Similarly, in this case, the debt did not arise out of an educational loan. Instead, Debtor over time failed to pay the tuition when due, and the school allowed the student to attend classes despite the lack of payment. There is no evidence of a prior agreement signed by the parties agreeing to a loan. In fact, there are no signed documents prior to the occurrence of the debt. Debtor was given a tuition payment schedule similar to the agreement in Renshaw. It was a payment plan option, not a loan program or a promise by the school to extend credit. There was no receipt of any funds by Debtor and no extension of credit by Spellman. Furthermore, although Spellman alleges that Debtor told it that the money would be paid, such oral reassurances, absent any negotiating or express extension of credit by the school, could not be construed as a loan agreement. This was, as in Renshaw, a unilateral decision not to pay the tuition when it was due, and not a prior agreement to a loan.

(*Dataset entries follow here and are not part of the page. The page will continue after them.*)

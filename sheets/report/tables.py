"""Paragraph styles, number formats and table flowables shared by every section.

Numbers on the sheets use fixed formats (``FORMATS``) so a reviewer can compare
columns, and so the tests can read them back and compare them with the results
JSON to the printed precision.
"""

from __future__ import annotations

import math
import re
from dataclasses import dataclass, field

from reportlab.lib import colors
from reportlab.lib.enums import TA_LEFT
from reportlab.lib.styles import ParagraphStyle
from reportlab.platypus import Flowable, Paragraph, Table, TableStyle

from sheets.report.fonts import Fonts
from sheets.report.plain_table import PlainLook, PlainTable

GRID = colors.HexColor("#999999")
HEAD_FILL = colors.HexColor("#E8E8E8")
FAIL_FILL = colors.HexColor("#F6D5C0")  # light vermillion: a check above its limit
PASS_TEXT = colors.HexColor("#006B4F")

FORMATS = {
    "force": "{:,.2f}",
    "length": "{:,.3f}",
    "ratio": "{:.3f}",
    "small": "{:.1e}",
    "slenderness": "{:,.1f}",
    "load_path": "{:,.2f}",
    "area": "{:,.0f}",
    "second_moment": "{:.3e}",
    "stress": "{:,.1f}",
    "volume": "{:.4g}",
    "displacement": "{:,.2f}",
    "factor": "{:g}",
    # input echoed as given: 12 significant digits reproduce any value typed in the file while
    # hiding the last-bit noise of the unit conversion (e.g. 1.008 kN -> N -> kN)
    "given": "{:.12g}",
    "significant6": "{:.6g}",  # a derived value (self-weight) to 6 significant digits
}

COMPACT_FONT = 6.5  # points: the smallest type a long table is set in (printed text stays at or above 6 pt)


def fmt(value, kind: str) -> str:
    """A number in the sheets' fixed format for its kind; '-' for a missing value."""
    if value is None or (isinstance(value, float) and math.isnan(value)):
        return "-"
    text = FORMATS[kind].format(value)
    return "0" + text[2:] if text.startswith("-0") and float(text.replace(",", "")) == 0 else text


class Numbering:
    """Figure and table numbers through the whole sheet set, in reading order: the one place they are
    counted (the sections are built once, in the order they are read)."""

    def __init__(self):
        self.counts: dict[str, int] = {}

    def next(self, kind: str) -> str:
        """'Figure 3': the number of the next figure (or 'Table'), counted."""
        self.counts[kind] = self.counts.get(kind, 0) + 1
        return f"{kind} {self.counts[kind]}"

    def ahead(self, kind: str, count: int = 1) -> str:
        """How text refers to the next ``count`` items of ``kind`` before they are placed: 'Figure 4',
        'Figures 4 and 5', 'Figures 4 to 7'."""
        first = self.counts.get(kind, 0) + 1
        last = first + count - 1
        if count <= 1:
            return f"{kind} {first}"
        return f"{kind}s {first} and {last}" if count == 2 else f"{kind}s {first} to {last}"


@dataclass(frozen=True)
class Styles:
    body: ParagraphStyle
    small: ParagraphStyle
    cell: ParagraphStyle
    cell_head: ParagraphStyle
    caption: ParagraphStyle
    h0: ParagraphStyle
    h1: ParagraphStyle
    h2: ParagraphStyle
    cover_title: ParagraphStyle
    caution: ParagraphStyle
    fonts: Fonts
    numbering: Numbering = field(default_factory=Numbering, compare=False)


SMALLEST = 6.0  # points: no printed text is smaller


def make_styles(fonts: Fonts, size: float) -> Styles:
    def smaller(by: float) -> float:
        return max(SMALLEST, size - by)

    def style(name, **kw):
        base = dict(fontName=fonts.regular, bulletFontName=fonts.regular, fontSize=size, leading=size * 1.3, alignment=TA_LEFT)
        base.update(kw)
        return ParagraphStyle(name, **base)

    return Styles(
        body=style("body", spaceAfter=size * 0.5),
        small=style("small", fontSize=smaller(1.5), leading=smaller(1.5) * 1.3, spaceAfter=size * 0.4),
        cell=style("cell", fontSize=smaller(1), leading=smaller(1) * 1.2),
        cell_head=style("cell_head", fontName=fonts.bold, fontSize=smaller(1), leading=smaller(1) * 1.2),
        caption=style("caption", fontSize=smaller(1), leading=smaller(1) * 1.3, textColor=colors.HexColor("#333333"),
                      spaceBefore=2, spaceAfter=size),
        h0=style("h0", fontName=fonts.bold, fontSize=size + 5, leading=(size + 5) * 1.25, spaceBefore=0,
                 spaceAfter=size * 0.8, keepWithNext=1),
        h1=style("h1", fontName=fonts.bold, fontSize=size + 2.5, leading=(size + 2.5) * 1.25, spaceBefore=size,
                 spaceAfter=size * 0.5, keepWithNext=1),
        h2=style("h2", fontName=fonts.bold, fontSize=size + 0.5, leading=(size + 0.5) * 1.25, spaceBefore=size * 0.8,
                 spaceAfter=size * 0.3, keepWithNext=1),
        cover_title=style("cover_title", fontName=fonts.bold, fontSize=size + 10, leading=(size + 10) * 1.2,
                          spaceAfter=size),
        caution=style("caution", fontSize=size, leading=size * 1.35, leftIndent=10, bulletIndent=0, spaceAfter=size * 0.6),
        fonts=fonts,
    )


_SUPERSCRIPT = str.maketrans({"2": "²", "3": "³", "4": "⁴"})


def ulabel(units, kind: str) -> str:
    """A display unit as printed on the sheets: 'mm^2' -> 'mm²'."""
    return re.sub(r"\^([234])\b", lambda m: m.group(1).translate(_SUPERSCRIPT), units.label(kind))


def escape(text: str) -> str:
    return str(text).replace("&", "&amp;").replace("<", "&lt;").replace(">", "&gt;")


CHUNK_ROWS = 250  # rows of one part of a long table (see ``PartedTable``)
WRAP_ABOVE = 28  # characters: longer text is set as a paragraph that wraps in its cell
PAD_SIDE = 3.0  # points of cell padding left and right


class PartedTable(Flowable):
    """A long reportlab table given to the page layout as consecutive parts of CHUNK_ROWS rows, each with
    the caption (marked 'continued') and header. reportlab splits one table at a page end by laying out all
    the rows left again, so a table of n rows costs time growing as n squared; parts keep it linear. Only
    tables with cells that wrap need it (``PlainTable`` splits by arithmetic). Never drawn whole: the frame
    always splits it into its parts."""

    def __init__(self, parts: list[Table]):
        super().__init__()
        self.parts = parts

    def wrap(self, aW, aH):
        return aW, aH + 1

    def split(self, aW, aH):
        # the page layout wants the first piece to fit where it stands: the first part whole, or split
        first, rest = self.parts[0], list(self.parts[1:])
        if first.wrap(aW, aH)[1] <= aH:
            return [first] + rest
        pieces = first.split(aW, aH)
        return pieces + rest if pieces else []

    def draw(self):  # pragma: no cover - split, never drawn
        pass


def table(styles: Styles, header: list[str], rows: list[list], *, numeric: set[int] | None = None,
          widths: list[float] | None = None, highlight: list[int] | None = None, total_width: float | None = None,
          repeat: bool = True, compact: bool = False, title: str = "", number: str | None = None,
          whole: bool = False) -> Flowable:
    """A numbered grid table ('Table N. title' above it) with a shaded header repeated on every page;
    ``numeric`` columns right-aligned.

    ``highlight`` rows (0-based, excluding the header) are shaded to flag a check above its limit. The
    number comes from ``styles.numbering``; text that refers to the table takes it first with
    ``styles.numbering.ahead("Table")``. A table set in parts (two columns a page) takes its number
    once and passes it as ``number``. ``compact`` sets a long table in smaller type with tighter
    padding, so every row fits in fewer pages.

    The one place that decides how a table is made: with its column widths known and every cell one
    short line, a ``PlainTable`` (pieces after the first captioned 'Table N (continued).'); else
    reportlab's Table, laid out above CHUNK_ROWS rows in parts (``PartedTable``) with one set of column
    widths, unless ``whole`` asks for one Table (for a caller that measures and places the rows itself).
    """
    number = number or styles.numbering.next("Table")
    caption = f"{number}." + (f" {title}" if title else "")  # plain text: fits any column widths
    if widths is None and total_width is not None:
        widths = _auto_widths(header, rows, total_width)
    if widths is not None and _single_lines(rows):
        return PlainTable(_plain_look(styles, caption, f"{number} (continued).", header, numeric or set(), widths, repeat,
                                      compact), rows, frozenset(highlight or ()))
    if whole or len(rows) <= CHUNK_ROWS:
        return _grid(styles, caption, header, rows, numeric or set(), widths, highlight or [], repeat, compact)
    parts = []
    for start in range(0, len(rows), CHUNK_ROWS):
        marked = [r - start for r in highlight or [] if start <= r < start + CHUNK_ROWS]
        parts.append(_grid(styles, caption if start == 0 else f"{number} (continued).", header, rows[start:start + CHUNK_ROWS],
                           numeric or set(), widths, marked, repeat, compact))
    for part in parts[:-1]:
        part.spaceAfter = 0
    return PartedTable(parts)


def _single_lines(rows: list[list]) -> bool:
    """True if every cell is text or a number printed on one line (none long enough to wrap)."""
    for row in rows:
        for v in row:
            if isinstance(v, Flowable) or isinstance(v, (list, tuple)):
                return False
            text = v if isinstance(v, str) else str(v)
            if len(text) > WRAP_ABOVE or "\n" in text:
                return False
    return True


def _cell_styles(styles: Styles, compact: bool) -> tuple[ParagraphStyle, ParagraphStyle, float]:
    """(body cell style, header cell style, top and bottom padding) of a table, compact or not."""
    cell, cell_head, pad = styles.cell, styles.cell_head, 1.5
    if compact:
        small = min(cell.fontSize, max(COMPACT_FONT, cell.fontSize - 1))
        cell = ParagraphStyle("cell_compact", parent=cell, fontSize=small, leading=small * 1.15)
        cell_head = ParagraphStyle("cell_head_compact", parent=cell_head, fontSize=small, leading=small * 1.15)
        pad = 0.8
    return cell, cell_head, pad


def _plain_look(styles: Styles, caption: str, continued: str, header: list[str], numeric: set[int], widths, repeat: bool,
                compact: bool) -> PlainLook:
    cell, cell_head, pad = _cell_styles(styles, compact)
    return PlainLook(font=styles.fonts.regular, bold=styles.fonts.bold, size=cell.fontSize, leading=cell.leading, pad=pad,
                     side=PAD_SIDE, widths=tuple(widths), right=frozenset(numeric),
                     header=tuple(Paragraph(escape(h), cell_head) for h in header), caption=caption, continued=continued,
                     repeat=repeat, line_width=0.3, line_colour=GRID, head_fill=HEAD_FILL, mark_fill=FAIL_FILL,
                     text_colour=colors.black, space_after=styles.body.fontSize * 0.8)


def _grid(styles: Styles, caption: str, header: list[str], rows: list[list], numeric: set[int], widths, highlight: list[int],
          repeat: bool, compact: bool) -> Table:
    cell, cell_head, pad = _cell_styles(styles, compact)
    head = [Paragraph(escape(h), cell_head) for h in header]
    body = [[Paragraph(escape(v), cell) if isinstance(v, str) and len(v) > WRAP_ABOVE else v for v in row] for row in rows]
    # splitByRow: a table longer than the page continues on the next one, under its repeated caption and header
    t = Table([[caption] + [""] * (len(header) - 1), head] + body, colWidths=widths, repeatRows=2 if repeat else 0,
              hAlign="LEFT", splitByRow=1)
    size = cell.fontSize
    commands = [
        ("FONT", (0, 0), (-1, -1), styles.fonts.regular, size, cell.leading),  # the header too: no cell falls back to Helvetica
        ("FONT", (0, 0), (-1, 0), styles.fonts.bold, size, cell.leading),
        ("SPAN", (0, 0), (-1, 0)),  # the caption row: one cell across, no grid
        ("GRID", (0, 1), (-1, -1), 0.3, GRID),
        ("BACKGROUND", (0, 1), (-1, 1), HEAD_FILL),
        ("VALIGN", (0, 0), (-1, -1), "MIDDLE"),
        ("TOPPADDING", (0, 0), (-1, -1), pad),
        ("BOTTOMPADDING", (0, 0), (-1, -1), pad),
        ("LEFTPADDING", (0, 0), (-1, -1), PAD_SIDE),
        ("RIGHTPADDING", (0, 0), (-1, -1), PAD_SIDE),
        ("LEFTPADDING", (0, 0), (0, 0), 0),
    ]
    for c in sorted(numeric):
        commands.append(("ALIGN", (c, 2), (c, -1), "RIGHT"))
    for r in highlight:
        commands.append(("BACKGROUND", (0, r + 2), (-1, r + 2), FAIL_FILL))
    t.setStyle(TableStyle(commands))
    t.spaceAfter = styles.body.fontSize * 0.8
    return t


def _auto_widths(header: list[str], rows: list[list], total: float) -> list[float]:
    """Column widths proportional to the longest text in each column (header words count less)."""
    n = len(header)
    longest = [max([min(len(w), 14) for w in h.split()] + [4]) for h in header]
    for row in rows[:200]:
        for c, v in enumerate(row):
            longest[c] = max(longest[c], min(len(str(v)), 40))
    weight = [max(x, 4) for x in longest]
    scale = total / sum(weight)
    return [w * scale for w in weight][:n]


def key_value(styles: Styles, pairs: list[tuple[str, str]], width: float, label_share: float = 0.38) -> Table:
    """A two-column table of labels and values (no header)."""
    rows = [[Paragraph(escape(k), styles.cell_head), Paragraph(escape(v), styles.cell)] for k, v in pairs]
    t = Table(rows, colWidths=[width * label_share, width * (1 - label_share)], hAlign="LEFT")
    t.setStyle(TableStyle([
        ("FONT", (0, 0), (-1, -1), styles.fonts.regular, styles.cell.fontSize),
        ("GRID", (0, 0), (-1, -1), 0.3, GRID),
        ("BACKGROUND", (0, 0), (0, -1), HEAD_FILL),
        ("VALIGN", (0, 0), (-1, -1), "TOP"),
        ("TOPPADDING", (0, 0), (-1, -1), 1.5),
        ("BOTTOMPADDING", (0, 0), (-1, -1), 1.5),
    ]))
    t.spaceAfter = styles.body.fontSize * 0.8
    return t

Upon Debtor's failure to pay, Spellman obtained a judgment and sought to execute on wages. In response, Debtor signed a Stipulation of Settlement on November 21, 2002. This agreement was signed after the debt was incurred, and after a judgment entered against her. Debtor was not repaying a loan, nor was she returning funds that were transferred to her through a prior agreement with the school. Renshaw, 222 F.3d at 91; Nelson, 188 B.R. at 33. The settlement was signed in order to satisfy the judgment, and it was not a loan.

Spellman erroneously relies on In re Stone, where the court held that a promissory note signed after the student's attendance could constitute a loan. See Stone v. Vanderbilt Univ. (In re Stone), 180 B.R. 499, 502 (Bankr.M.D.Tenn.1995). However, the Second Circuit in Renshaw expressly rejected the holding in Stone. In finding that the agreement must be signed prior to the student's attendance, the court stated: "We decline to adopt the reasoning of In re Stone ... which held that a promissory note signed after the student's withdrawal from the university created a loan." Renshaw, 222 F.3d at 90.

Spellman also argues that because the debt arose out of an educational benefit, it is non-dischargeable pursuant to section 523(a)(8). Section 523(a)(8) provides that a debt will not be dischargeable if it constituted "an educational benefit overpayment or loan made 11 U.S.C. § 523(a)(8). Spellman interprets this language to include educational benefits as a third category of obligation that is excepted from discharge, in addition to an "overpayment" and a "loan." However, the Second Circuit specifically rejected this interpretation of the statute. In re Renshaw, 222 F.3d at 92. As explained by the Renshaw court, the term "educational benefit" does not stand on its own and must be read as qualifying the words "overpayment or loan." Id. "The sensible reading of [section 523(a)(8)] is therefore that it includes loans or overpayments of educational benefits." Id. (emphasis added). Moreover, section 523(a)(8) also excepts from discharge "obligation[s] to repay funds received as an educational benefit, scholarship or stipend." 11 U.S.C. § 523(a)(8). However, the Second Circuit held in Renshaw that *616 when the student did not receive any funds, as here, this exception from discharge does not apply.

Conclusion

For the foregoing reasons, the debt incurred is indistinguishable from any other debt arising out of the nonpayment of a bill. It is not an educational loan, and it does not fall within the exception of section 523(a)(8) of the Bankruptcy Code. Accordingly, Debtor's motion for summary judgment is granted, and Spellman's request to dismiss the complaint is denied.

IT IS SO ORDERED.

NOTES

[1] Although Spellman refers to fraudulent misrepresentations under section 523(a)(2) of the Bankruptcy Code, no timely objection to discharge of its debt was filed, and accordingly Spellman is barred from asserting that claim at this late date in this proceeding. Spellman also cites Debtor's failure to establish undue hardship to except the alleged loan from discharge. However, as discussed below, this debt is not a loan under section 523(a)(8), and thus, undue hardship is not an issue.